▶ [Instructions for the task]: Exactly the lines from the opening of the records through the line containing "openSync, readSync, statSync" should be copied, with both included.

(Stored items)
★ ★ ★
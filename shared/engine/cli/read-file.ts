/**
 * Reading local files for the command line: only regular files (a FIFO, a device such as
 * /dev/zero, a folder or a socket is refused before it is opened for reading), at most a stated
 * size, read in chunks and decoded as strict UTF-8 piece by piece, so a reader can stop at the
 * first bad row without reading (or holding) the rest.
 */
import { closeSync, constants, fstatSync, openSync, readSync, statSync } from 'node:fs';
import { decodeUtf8, describeIssue } from '../io/index';
import { CliError, idList } from './args';

/** Room files above this size are refused (stated in --help). */
export const MAX_FILE_BYTES = 256 * 1024 * 1024;
/** Id lists (--starters-file and the like) above this size are refused. */
export const MAX_ID_FILE_BYTES = 16 * 1024 * 1024;

const CHUNK_BYTES = 1024 * 1024;

/** A path as shown in a message: at most 80 characters (the end, which names the file). */
export function shownPath(file: string): string {
  return file.length > 80 ? `...${file.slice(-77)}` : file;
}

/** Opens a regular file for reading; everything else is refused with a reason. */
function openRegular(file: string, max: number): number {
  const path = shownPath(file);
  let fd: number;
  try {
    const st = statSync(file);
    if (st.isDirectory()) throw new CliError(`${path}: cannot read the file (is a folder, not a file)`);
    if (!st.isFile()) {
      throw new CliError(`${path}: cannot read the file (not a regular file: a pipe, device or socket); give the path of a room file`);
    }
    // O_NONBLOCK: should the path have become a FIFO since, opening it does not wait for a writer.
    fd = openSync(file, constants.O_RDONLY | constants.O_NONBLOCK);
  } catch (e) {
    if (e instanceof CliError) throw e;
    throw new CliError(`${path}: cannot read the file (${why(e)})`);
  }
  const st = fstatSync(fd);
  if (!st.isFile()) {
    closeSync(fd);
    throw new CliError(`${path}: cannot read the file (not a regular file: a pipe, device or socket)`);
  }
  if (st.size > max) {
    closeSync(fd);
    throw new CliError(`${path}: the file is larger than ${max / 1024 / 1024} MiB, the most read; split the room`);
  }
  return fd;
}

function why(e: unknown): string {
  const code = (e as NodeJS.ErrnoException).code;
  if (code === 'ENOENT') return 'no such file';
  if (code === 'EISDIR') return 'is a folder, not a file';
  if (code === 'EACCES' || code === 'EPERM') return 'permission denied';
  return code ?? 'unknown reason';
}

/** Reads a whole file as UTF-8 text (for JSON and GraphML, which are read whole). */
export function readTextFile(file: string, what: string, max = MAX_FILE_BYTES): string {
  return [...textChunks(file, what, max, Infinity)].join('');
}

/**
 * Yields the file's text in pieces of about 1 MiB, each cut at a UTF-8 character boundary and
 * decoded strictly. Stops with a CliError past `max` bytes (a file that grows while read).
 */
export function* textChunks(file: string, what: string, max = MAX_FILE_BYTES, chunkBytes = CHUNK_BYTES): Generator<string> {
  const fd = openRegular(file, max);
  const size = Math.min(chunkBytes, max + 1, Math.max(fstatSync(fd).size + 1, 1));
  const buffer = Buffer.allocUnsafe(Math.min(size, CHUNK_BYTES * 64));
  let carry: Buffer = Buffer.alloc(0);
  let offset = 0;
  let lines = 0;
  try {
    for (;;) {
      const n = readSync(fd, buffer, 0, buffer.length, null);
      const end = n === 0;
      if (offset + n > max) throw new CliError(`${shownPath(file)}: the file is larger than ${max / 1024 / 1024} MiB, the most read`);
      const bytes = carry.length > 0 ? Buffer.concat([carry, buffer.subarray(0, n)]) : buffer.subarray(0, n);
      const cut = end ? bytes.length : boundary(bytes);
      const piece = bytes.subarray(0, cut);
      const decoded = decodeUtf8(piece, what);
      if (decoded.error) {
        const at = decoded.error;
        const line = (at.line ?? 1) + lines;
        const message = at.message.replace(/^byte (\d+)/, (_, b: string) => `byte ${Number(b) + offset}`);
        throw new CliError(`${shownPath(file)}: ${describeIssue({ ...at, line, message })}`);
      }
      offset += cut;
      carry = Buffer.from(bytes.subarray(cut));
      for (let k = decoded.text.indexOf('\n'); k >= 0; k = decoded.text.indexOf('\n', k + 1)) lines++;
      if (decoded.text.length > 0) yield decoded.text;
      if (end) return;
    }
  } finally {
    closeSync(fd);
  }
}

/** Where the last complete UTF-8 character ends (a cut there never splits a character). */
function boundary(b: Uint8Array): number {
  const k = b.length;
  // step back over at most 3 continuation bytes to the lead byte of the last character
  let back = 0;
  while (back < 3 && k - back - 1 >= 0 && (b[k - back - 1] & 0xc0) === 0x80) back++;
  const lead = k - back - 1;
  if (lead < 0) return k;
  const c = b[lead];
  const need = c >= 0xf0 ? 4 : c >= 0xe0 ? 3 : c >= 0xc0 ? 2 : 1;
  return back + 1 >= need ? k : lead;
}

/**
 * Ids from `--NAME IDS` or `--NAME-file FILE` (one id per line, exactly as written: nothing is
 * trimmed; blank lines and a byte-order mark are skipped). Giving both is an error.
 */
export function idsFromFlags(flags: Map<string, string>, name: string): string[] | undefined {
  const file = flags.get(`${name}-file`);
  if (file !== undefined && flags.has(name)) throw new CliError(`give --${name} or --${name}-file, not both`);
  if (file === undefined) return flags.has(name) ? idList(flags, name) : undefined;
  const text = readTextFile(file, `--${name}-file`, MAX_ID_FILE_BYTES).replace(/^\uFEFF/, '');
  const ids = text.split(/\r\n|\n|\r/).filter((line) => line.trim() !== '');
  if (ids.length === 0) throw new CliError(`--${name}-file ${shownPath(file)}: the file lists no ids (one id per line)`);
  return ids;
}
★ ★ ★
▶ [Exercise answer]:
filename shared/engine/cli/read-file.ts
/**
 * Reading local files for the command line: only regular files (a FIFO, a device such as
 * /dev/zero, a folder or a socket is refused before it is opened for reading), at most a stated
 * size, read in chunks and decoded as strict UTF-8 piece by piece, so a reader can stop at the
 * first bad row without reading (or holding) the rest.
 */
import { closeSync, constants, fstatSync, openSync, readSync, statSync } from 'node:fs';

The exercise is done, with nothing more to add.